The network is different in the sense that it is a different network provider in a different country. So yes the backhaul could be the problem, but I was hoping we could solve it somehow without e.g. connecting the gateway through ethernet. We have tested it on many different networks and again this has not been an issue until now.

The field nodes are placed around a building, and the gateway is placed somewhat in the middle of the building. Estimated distance between 5 and 50 meters. Some through a few thing wooden walls. We have had fine signal strength in much more difficult environments.
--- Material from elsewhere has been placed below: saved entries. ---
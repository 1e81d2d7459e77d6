/**
 * Single-phase dwelling services and feeders.
 * Source: NFPA 70-2023 Table 310.12(A); 2020 Table 310.12; 2017 310.15(B)(7), 83 % rule without a table.
 * The printed table serves where no correction or adjustment applies; the 83 % rule itself may be used with factors.
 */
import type { ConductorSize } from "@/lib/units";
import type { TableInfo } from "../types";

export const DWELLING_SERVICE_INFO: TableInfo = {
  meaning: "dwelling-83",
  title: "Single-phase dwelling services and feeders",
  values: { "2017": "agreed", "2020": "read", "2023": "read", "2026": "preview" },
};

export const DWELLING_SERVICE_ROWS: readonly { readonly ratingA: number; readonly copper: ConductorSize; readonly aluminum: ConductorSize }[] = [
  { ratingA: 100, copper: "4 AWG", aluminum: "2 AWG" },
  { ratingA: 110, copper: "3 AWG", aluminum: "1 AWG" },
  { ratingA: 125, copper: "2 AWG", aluminum: "1/0 AWG" },
  { ratingA: 150, copper: "1 AWG", aluminum: "2/0 AWG" },
  { ratingA: 175, copper: "1/0 AWG", aluminum: "3/0 AWG" },
  { ratingA: 200, copper: "2/0 AWG", aluminum: "4/0 AWG" },
  { ratingA: 225, copper: "3/0 AWG", aluminum: "250 kcmil" },
  { ratingA: 250, copper: "4/0 AWG", aluminum: "300 kcmil" },
  { ratingA: 300, copper: "250 kcmil", aluminum: "350 kcmil" },
  { ratingA: 350, copper: "350 kcmil", aluminum: "500 kcmil" },
  { ratingA: 400, copper: "400 kcmil", aluminum: "600 kcmil" },
];

export const DWELLING_SERVICE_FACTOR = 0.83;
export const DWELLING_SERVICE_MIN_A = 100;
export const DWELLING_SERVICE_MAX_A = 400;
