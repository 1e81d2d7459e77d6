import { choice, defineKind, flag, number } from "../define";
import { enclosureProperties, groundPort, identity, lines, withUnit } from "../shared";

/** Its neutral strap is a bond of the drawing, so that fitting or removing it is one fact in one place. */
export const generator = defineKind({
  kind: "generator", title: "Generator", tagPrefix: "G", railGroup: "sources",
  properties: {
    ...identity, ...enclosureProperties,
    outputKW: number("Output", "kW", 0.1, 5000, { rated: true }),
    outputV: number("Voltage", "V", 100, 600, { rated: true }),
    ratedA: number("Rated current", "A", 0.1, 8000, { rated: true }),
    faultA: number("Fault current contribution", "A", 0, 50000, { rated: true }),
    fuel: choice("Fuel", ["propane", "natural gas", "diesel", "gasoline"]),
    use: choice("Use", ["fixed standby", "portable"]),
    stopOnEnclosure: flag("Stop on the outside of the enclosure", { rated: true }),
    overloadPrevented: flag("Built so that it cannot be overloaded", { rated: true }),
    listedParallelWithUtility: flag("Listed and set for parallel operation with the utility", { rated: true }),
  },
  defaults: { use: "fixed standby" },
  capabilities: { source: "generator", enclosure: true, neutralBar: true },
  symbol: () => "generator",
  box: { x: 0, y: 0, width: 14.4, height: 12.2 },
  ports: () => [
    { id: "load", label: "Output", system: "ac", side: "bottom", x: 3, y: 6.6, poles: ["L1", "L2", "N"] },
    { id: "data", label: "Start", system: "data", side: "left", x: 0, y: 6, poles: ["D"], many: true },
    groundPort(1, 12),
  ],
  joins: () => [],
  annotation: (p) => lines([withUnit(p.outputKW, "kW"), p.fuel?.toUpperCase()].filter(Boolean).join(" ") || null, [p.outputV === 240 ? "120/240 V" : withUnit(p.outputV, "V"), withUnit(p.ratedA, "A")].filter(Boolean).join(" ") || null),
  scheduleFields: ["make", "model", "outputKW", "outputV", "ratedA", "fuel", "listing"],
});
Would it have any effect if we changed the LoRaWAN Network Mode from “Semtech UDP Packet Forwarder” to using the “Basics Station” mode?

Different enough that iNet round trip/transit times could be an issue or perhaps driving a change of TT Cluster location?.. especially if cellular signal marginal?

What is the RSSI?

Potentially yes in that basic SMTC PF is UDP based with no QoS/certainty of delivery - packets are just thrown out on a wing & a prayer and whilst most will get there…!, where BasicStation is more secure and being TCP/IP based will have opportunity for replay/redelivery/easier network snooping/diagnostics etc. Also have you confirmed that the ‘foreign’ service provider is routing/transiting UDP packets through ok? (again arrival of the staus messages would suggest yes…)

Also are the GW and nodes adjusted for correct local band/freq plan - and that they match each other?

Use the below to test, what cluster are you working to?

You can configure your gateway to any one of the 3, it is frequency independent of you end devices (So to the au1 you can have a gateway that is EU frequency band)

There are no such things as attempted uplinks. Either an uplink arrives at the gateway or it doesn’t. If it does and the CRC is correct it will be forwarded to the back-end. As the status messages arrive, the uplinks should arrive as well.

The RSSI shouldn’t be a problem. The sensors are placed close by.

Thanks, we will try this out then!

I assume they are, yes. It is possible for us to ssh into the gateway and configure it as needed.

Yes.

We are using the eu1 cluster, and the gateway + end nodes are placed in Europe.

Sorry for the confusion. We see some some sporadic CRC errors in the log, but some seem OK. This is what the console looks like for the gateway and for one of the devices:

To high RSSI is a big problem.

Check the latency to nam1 and au1, might be less than eu1

The RSSI is around -76.

How would you do this best? Simply doing ping eu1.cloud.thethings.industries from within the gateway only yields timeouts.

The 3 link I supplied up top ping the AWS network, the stack is deployed on AWS.

I can’t access a website from the gateway. I can only ssh into the gateway from remote. Can this be done from the command line?